The communication method of this disclosure is
A communication method executed by a controller device that controls application traffic.
The controller device sets a target feedback delay time according to the type of application, and executes traffic control so as to satisfy the target feedback delay time.

The controller device of the present disclosure is
Keep the target feedback delay time according to the type of application,
When the target feedback delay time is inquired from the traffic control function, the target feedback delay time is set according to the type of the inquired application, and the traffic control function is controlled so as to satisfy the target feedback delay time. To execute.

The program of the present disclosure is a program for realizing a computer as each functional unit provided in the communication device according to the present disclosure, and for causing the computer to execute each step provided in the communication method executed by the communication device according to the present disclosure. It is a program.

According to the present disclosure, congestion control can be performed without impairing the operability required for applications such as cloud games.

It is explanatory drawing which shows the outline of this disclosure. An example of the system configuration of the present disclosure is shown. An example of terminal configuration is shown. A configuration example of a cloud game server is shown. An example of the round-trip delay information table is shown. An example of the game attribute information table is shown. A configuration example of the controller device is shown. An example of the round-trip delay information DB is shown. An example of the game attribute information DB is shown. An example of the cloud gaming quality control policy table is shown. A configuration example of the delay control shaping function is shown. It is a figure explaining the token supply function update processing flow performed by the token supply function calculation part. It is a figure explaining the token supply processing flow for each communication flow performed by the token supply part. An example of the flow in which the cloud game server acquires the round-trip delay is shown. An example of the flow in which the controller device collects game attribute information is shown. An example of the flow in which the loud game server collects round-trip delay information is shown. An example of the flow in which the delay control shaping function changes the shaping setting value is shown.

Hereinafter, embodiments of the present disclosure will be described in detail with reference to the drawings. The present disclosure is not limited to the embodiments shown below. Examples of these implementations are merely examples, and the present disclosure can be implemented in various modified and improved forms based on the knowledge of those skilled in the art. In addition, the components having the same reference numerals in the present specification and the drawings shall indicate the same components.

(Outline of the invention)
FIG. 1 shows an outline of the present disclosure. In the present disclosure, in a method of controlling traffic of an application, a target feedback delay time is set according to the type of application, and traffic control is executed so as to satisfy the target feedback delay time. For example, in the communication for the cloud game server 94 to provide the game application to the terminal 93, when the game application is an action game and the target feedback time of the action game is 16 ms, if RTT = 5 ms, the delay control shaping of 11 ms. To execute.

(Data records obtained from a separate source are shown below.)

/// A profile too narrow for the continuum model: the stable fit of index μ
/// with scale `scale` at the window's first time `t_min`.
#[must_use]
pub fn lattice_scale(mu: f64, scale: f64, t_min: f64) -> Option<Warning> {
    let excess = lattice_excess(mu, scale);
    if excess.is_nan() || excess <= LATTICE_EXCESS_LIMIT {
        return None;
    }
    Some(Warning {
        code: WarningCode::LatticeScale,
        message: format!(
            "At the window's start (t = {t_min:.4}) the fitted profile is {scale:.2} sites wide: \
             the continuum density sampled at integer sites then sums to 1 + {excess:.1e} \
             (μ = {mu:.3}), a lattice correction the profile fit does not model."
        ),
        advice: "Start the window later, where the profile spans a few sites, or read μ and D of \
                 the profile fit with this bias in mind (the collapse assumes no shape and is not \
                 affected)."
            .to_string(),
    })
}

/// Where the chain (or the measured window) ends, as offsets x = i − source.
#[derive(Debug, Clone, Copy, PartialEq, serde::Serialize)]
pub struct Edges {
    pub left: i32,
    pub right: i32,
    /// `true` when the ends are the chain's (sites and source known),
    /// `false` when they are only the ends of the measured offsets.
    pub chain: bool,
}

impl Edges {
    /// The ends of a chain of `sites` sites seen from `source`.
    #[must_use]
    pub fn of_chain(sites: usize, source: usize) -> Self {
        let left = -i32::try_from(source).unwrap_or(i32::MAX);
        let right = i32::try_from(sites.saturating_sub(1 + source)).unwrap_or(i32::MAX);
        Self {
            left,
            right,
            chain: true,
        }
    }

    /// The ends of the map's offsets.
    #[must_use]
    pub fn of_map(map: &CorrelationMap) -> Self {
        let x = map.offsets();
        Self {
            left: x[0],
            right: x[x.len() - 1],
            chain: false,
        }
    }
}

/// Fraction of the weight Σ C within the two edge zones (each
/// [`EDGE_ZONE`] of the span wide, at least one site) at time index `ti`,
/// reduced by three standard errors of the edge sum when errors are known,
/// so that noise alone (whose signed sum averages out) does not count as
/// weight at the edges. Signed values are summed for the same reason.
/// `None` when the map has no present offset in either zone or no positive
/// total weight.
#[must_use]
pub fn edge_fraction(map: &CorrelationMap, ti: usize, edges: Edges) -> Option<f64> {
    let span = f64::from(edges.right - edges.left + 1);
    let zone = ((EDGE_ZONE * span).round() as i32).max(1);
    let (mut total, mut outer, mut outer_var, mut seen) = (0.0, 0.0, 0.0, false);
    for (xi, &x) in map.offsets().iter().enumerate() {
        let Some((c, err)) = map.get(ti, xi) else {
            continue;
        };
        total += c;
        if x < edges.left + zone || x > edges.right - zone {
            outer += c;
            outer_var += err.unwrap_or(0.0).powi(2);
            seen = true;
        }
    }
    let significant = (outer - 3.0 * outer_var.sqrt()).max(0.0);
    (seen && total > 0.0).then(|| significant / total)
}

/// Has the spread reached the edges by the last time of `window`? A
/// warning when the edge fraction there exceeds [`EDGE_FRACTION`].
#[must_use]
pub fn reaches_edges(map: &CorrelationMap, window: TimeWindow, edges: Edges) -> Option<Warning> {
    let ti = map.times().iter().rposition(|&t| window.contains(t))?;
    let fraction = edge_fraction(map, ti, edges)?;
    if fraction <= EDGE_FRACTION {
        return None;
    }
    let t = map.times()[ti];
    let (what, advice) = if edges.chain {
        (
            "the chain's ends",
            "Data near the edges are not bulk: end the window before the spread reaches the \
             ends, or use the lattice-walk fit, which models the finite chain.",
        )
    } else {
        (
            "the edges of the measured window",
            "The profile is cut off by the measured window: end the time window earlier, widen \
             the window in x, or give the chain length and source so that the lattice-walk fit \
             can model the finite chain.",
        )
    };
    Some(Warning {
        code: WarningCode::ReachesEdges,
        message: format!(
            "At t = {t:.4} a fraction {:.0} % of the weight lies within {}% of {what} \
             (x = {}..{}): the spread has reached them.",
            100.0 * fraction,
            (100.0 * EDGE_ZONE).round(),
            edges.left,
            edges.right
        ),
        advice: advice.to_string(),
    })
}

/// Is α near the crossover α = 3/2 between Lévy flight and diffusion?
/// `source` names where α comes from (e.g. "the lattice-walk fit").
#[must_use]
pub fn near_crossover(alpha: f64, alpha_err: f64, source: &str) -> Option<Warning> {
    let distance = (alpha - 1.5).abs();
    let err = if alpha_err.is_finite() {
        alpha_err
    } else {
        0.0
    };
    if !(distance <= CROSSOVER_BAND || distance <= 2.0 * err) {
        return None;
    }
    Some(Warning {
        code: WarningCode::NearCrossover,
        message: format!(
            "α = {} from {source} is near the crossover α = 3/2 between Lévy \
             flight and diffusion: there the corrections to scaling decay only like \
             |k|^|2α−3|, so exponents fitted on accessible scales drift and z is not sharp.",
            plus_minus(alpha, err)
        ),
        advice: "Quote a range for z rather than a sharp value, and compare with the lattice-walk \
                 model at the fitted α, which contains the corrections."
            .to_string(),
    })
}

/// Is the sum rule Σ_x C(x,t) = 1 off at the times given? Each time counts
/// when |Σ − 1| exceeds both [`SUM_RULE_TOLERANCE`] and three of its
/// standard deviations. `covers_chain` says whether the map's offsets cover
/// the whole chain (`None`: unknown).
#[must_use]
pub fn sum_rule_off(points: &[SumRulePoint], covers_chain: Option<bool>) -> Option<Warning> {
    let off: Vec<&SumRulePoint> = points
        .iter()
        .filter(|p| {
            let tol = SUM_RULE_TOLERANCE.max(3.0 * p.err.unwrap_or(0.0));
            (p.sum - 1.0).abs() > tol
        })
        .collect();
    if off.is_empty() {
        return None;
    }
    let (min, max) = points
        .iter()
        .fold((f64::INFINITY, f64::NEG_INFINITY), |(a, b), p| {
            (a.min(p.sum), b.max(p.sum))
        });
    let first = points.first().map_or(1.0, |p| p.sum);
    let last = points.last().map_or(1.0, |p| p.sum);
    let cause = if max < 1.0 && first - last > SUM_RULE_TOLERANCE {
        "it falls with time, as losses (or weight leaving the measured offsets) would make it"
            .to_string()
    } else if max < 1.0 {
        let mean = points.iter().map(|p| p.sum).sum::<f64>() / points.len() as f64;
        let e = symmetric_readout_error(mean);
        format!(
            "it is roughly constant below 1, as a readout error e ≈ {e:.3} of the final \
             measurement would make it (C scales by 1 − p01 − p10 = 1 − 2e; by (1 − 2e)² only \
             when the recorded initial bits are wrong as often)"
        )
    } else {
        "it exceeds 1, which points at a readout or normalisation error".to_string()
    };
    let coverage = match covers_chain {
        Some(false) => " The map does not cover the whole chain, which also lowers the sum.",
        None => " (Whether the map covers the whole chain is unknown.)",
        Some(true) => "",
    };
    Some(Warning {
        code: WarningCode::SumRuleOff,
        message: format!(
            "The sum rule Σ_x C(x,t) = 1 is off at {} of {} times (range {min:.3}–{max:.3}): \
             {cause}.{coverage}",
            off.len(),
            points.len()
        ),
        advice: "Fits assume the sum rule: check for losses, apply the readout-error correction \
                 or renormalise each time by Σ_x C before fitting."
            .to_string(),
    })
}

By preparing the network bandwidth so as to exceed the total traffic after traffic control, congestion control can be performed within the target feedback time so as to avoid packet collision. Therefore, congestion control can be performed without impairing the operability required for applications such as cloud games. Hereinafter, as an example of the present disclosure, an example in which traffic control is delay control shaping will be described.

(Embodiment Example 1)
FIG. 2 shows an example of the system configuration according to the present embodiment. In the system according to the present disclosure, in the communication system in which the cloud game server 94 and the terminal 93 are connected by the network 92, the delay control shaping function 91 is connected between the network 92 and the cloud game server 94. The delay control shaping function 91 is connected to the controller device 95. The delay control shaping function 91 performs feedback delay control based on the type and situation of the application based on the setting of the controller device 95. In this disclosure, an application may be referred to as an "app". Hereinafter, a case where the application is a cloud game will be described.

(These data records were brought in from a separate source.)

/// Fits ln y = ln A − s ln t by weighted least squares, σ_ln y = δy/y.
/// Needs t > 0, y > 0 (the caller filters) and at least 3 points.
///
/// # Errors
/// [`TailError::TooFewPoints`] below 3 points; [`TailError::Fit`] if the
/// optimiser rejects the data (e.g. a non-positive error).
pub fn fit_power_law(
    t: &[f64],
    y: &[f64],
    y_err: Option<&[f64]>,
) -> Result<PowerLawFit, TailError> {
    if t.len() < 3 {
        return Err(TailError::TooFewPoints {
            usable: t.len(),
            excluded_nonpositive: 0,
        });
    }
    let ln_t: Vec<f64> = t.iter().map(|v| v.ln()).collect();
    let ln_y: Vec<f64> = y.iter().map(|v| v.ln()).collect();
    let sigma: Option<Vec<f64>> = y_err.map(|e| e.iter().zip(y).map(|(&e, &y)| e / y).collect());
    let fit = CurveFit::new(&ln_t, &ln_y, sigma.as_deref(), 2, |lt, p| p[0] - p[1] * lt)?
        .with_gradient(|lt, _, g| {
            g[0] = 1.0;
            g[1] = -lt;
        });
    // Start from the line through the end points; the problem is linear, so
    // any start converges in a step or two.
    let last = ln_t.len() - 1;
    let s0 = -(ln_y[last] - ln_y[0]) / (ln_t[last] - ln_t[0]);
    let start = [
        ln_y[0] + s0 * ln_t[0],
        if s0.is_finite() { s0 } else { 0.0 },
    ];
    let options = LmOptions {
        jacobian: JacobianMethod::Analytic,
        ..LmOptions::default()
    };
    let report = least_squares(&fit, &start, &options)?;
    let (cov, error_basis) = if y_err.is_some() {
        (&report.covariance, ErrorBasis::Data)
    } else {
        (&report.scaled_covariance, ErrorBasis::Scatter)
    };
    let ln_a_err = cov[0][0].sqrt();
    let decay_err = cov[1][1].sqrt();
    let amplitude = report.params[0].exp();
    Ok(PowerLawFit {
        decay: report.params[1],
        decay_err,
        amplitude,
        amplitude_err: amplitude * ln_a_err,
        correlation: cov[0][1] / (ln_a_err * decay_err),
        chi2: report.chi2,
        dof: report.dof,
        chi2_dof: report.chi2_dof,
        error_basis,
        termination: report.termination,
    })
}

/// Result of [`fit_tail`].
#[derive(Debug, Clone, PartialEq, serde::Serialize)]
pub struct TailReport {
    /// Dynamical exponent z = 1/s.
    pub z: f64,
    /// First-order error s_err/s².
    pub z_err: f64,
    /// The fitted decay exponent s = 1/z itself, with its (symmetric) error.
    pub inverse_z: f64,
    pub inverse_z_err: f64,
    /// A in C(0,t) = A t^(−1/z).
    pub amplitude: f64,
    pub amplitude_err: f64,
    pub chi2: f64,
    pub dof: usize,
    pub chi2_dof: f64,
    /// P(χ² ≥ observed) when the data carry errors; `None` otherwise.
    pub p_value: Option<f64>,
    /// First and last time used.
    pub t_window: [f64; 2],
    pub points_used: usize,
    /// Points in the window left out because C ≤ 0.
    pub points_excluded_nonpositive: usize,
    pub error_basis: ErrorBasis,
    pub termination: Termination,
}

/// The usable autocorrelation points (t, C, δC) with t > 0 and C > 0 in a
/// window, and how many points of the window had C ≤ 0.
struct UsableSeries {
    points: Vec<(f64, f64, Option<f64>)>,
    excluded: usize,
}

fn usable_autocorrelation(
    map: &CorrelationMap,
    window: TimeWindow,
) -> Result<UsableSeries, TailError> {
    let series = map.autocorrelation().ok_or(TailError::NoAutocorrelation)?;
    let in_window: Vec<_> = series
        .into_iter()
        .filter(|&(t, _, _)| t > 0.0 && window.contains(t))
        .collect();
    let total = in_window.len();
    let usable: Vec<_> = in_window.into_iter().filter(|&(_, c, _)| c > 0.0).collect();
    let excluded = total - usable.len();
    Ok(UsableSeries {
        points: usable,
        excluded,
    })
}

/// Fits C(0,t) = A t^(−1/z) in the time window (see the module
/// documentation for the method and the errors).
///
/// # Errors
/// [`TailError::NoAutocorrelation`] without an x = 0 column;
/// [`TailError::TooFewPoints`] with fewer than 3 usable points.
pub fn fit_tail(map: &CorrelationMap, window: TimeWindow) -> Result<TailReport, TailError> {
    let UsableSeries { points, excluded } = usable_autocorrelation(map, window)?;
    if points.len() < 3 {
        return Err(TailError::TooFewPoints {
            usable: points.len(),
            excluded_nonpositive: excluded,
        });
    }
    let t: Vec<f64> = points.iter().map(|p| p.0).collect();
    let c: Vec<f64> = points.iter().map(|p| p.1).collect();
    let err: Option<Vec<f64>> = points.iter().map(|p| p.2).collect();
    let fit = fit_power_law(&t, &c, err.as_deref())?;
    let s = fit.decay;
    Ok(TailReport {
        z: 1.0 / s,
        z_err: fit.decay_err / (s * s),
        inverse_z: s,
        inverse_z_err: fit.decay_err,
        amplitude: fit.amplitude,
        amplitude_err: fit.amplitude_err,
        chi2: fit.chi2,
        dof: fit.dof,
        chi2_dof: fit.chi2_dof,
        p_value: (fit.error_basis == ErrorBasis::Data).then(|| chi2_survival(fit.chi2, fit.dof)),
        t_window: [t[0], t[t.len() - 1]],
        points_used: t.len(),
        points_excluded_nonpositive: excluded,
        error_basis: fit.error_basis,
        termination: fit.termination,
    })
}

/// One point of the local-exponent series.
#[derive(Debug, Clone, Copy, PartialEq, serde::Serialize)]
pub struct LocalExponent {
    /// Geometric mean √(t₁t₂) of the two neighbouring times.
    pub t: f64,
    /// −[ln C(0,t₂) − ln C(0,t₁)]/[ln t₂ − ln t₁]; tends to 1/z where the
    /// power law holds.
    pub exponent: f64,
    /// √((δC₁/C₁)² + (δC₂/C₂)²)/(ln t₂ − ln t₁) for independent errors;
    /// `None` when the map has none.
    pub err: Option<f64>,
}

FIG. 3 shows a configuration example of the terminal. The terminal 93 includes a communication IF (Interface) 31, a client application 32, and a round-trip delay measurement request / response unit 33.
The communication IF (Interface) 31 communicates with the cloud game server 94.
The client application 32 executes the game content provided by the cloud game server 94.
The round-trip delay measurement request response unit 33 sends back the round-trip delay measurement packet transmitted from the cloud game server 94 to the cloud game server 94.

FIG. 4 shows a configuration example of a cloud game server. The cloud game server 94 includes a communication IF 41, a server application 42, a round-trip delay measurement request unit 43, a round-trip delay information table 44, a round-trip delay information transmission unit 45, a game attribute information table 46, and a game attribute information transmission unit 47.

The communication IF 41 communicates with the terminal 93 and the controller device 95.
The server application 42 provides game content to the terminal 93.
The round-trip delay measurement request unit 43 transmits the round-trip delay measurement packet to the terminal 93.
The round-trip delay information table 44 stores the round-trip delay time with each terminal 93.
The round-trip delay information transmission unit 45 reads the round-trip delay information described in the round-trip delay information table 44 and transmits the round-trip delay information packet to the controller device 95.
The game attribute information table 46 stores game attribute information indicating the attributes of the game content.
The game attribute information transmission unit 47 reads the game attribute information from the game attribute information table 46 and transmits it to the controller device 95 as a game attribute information packet.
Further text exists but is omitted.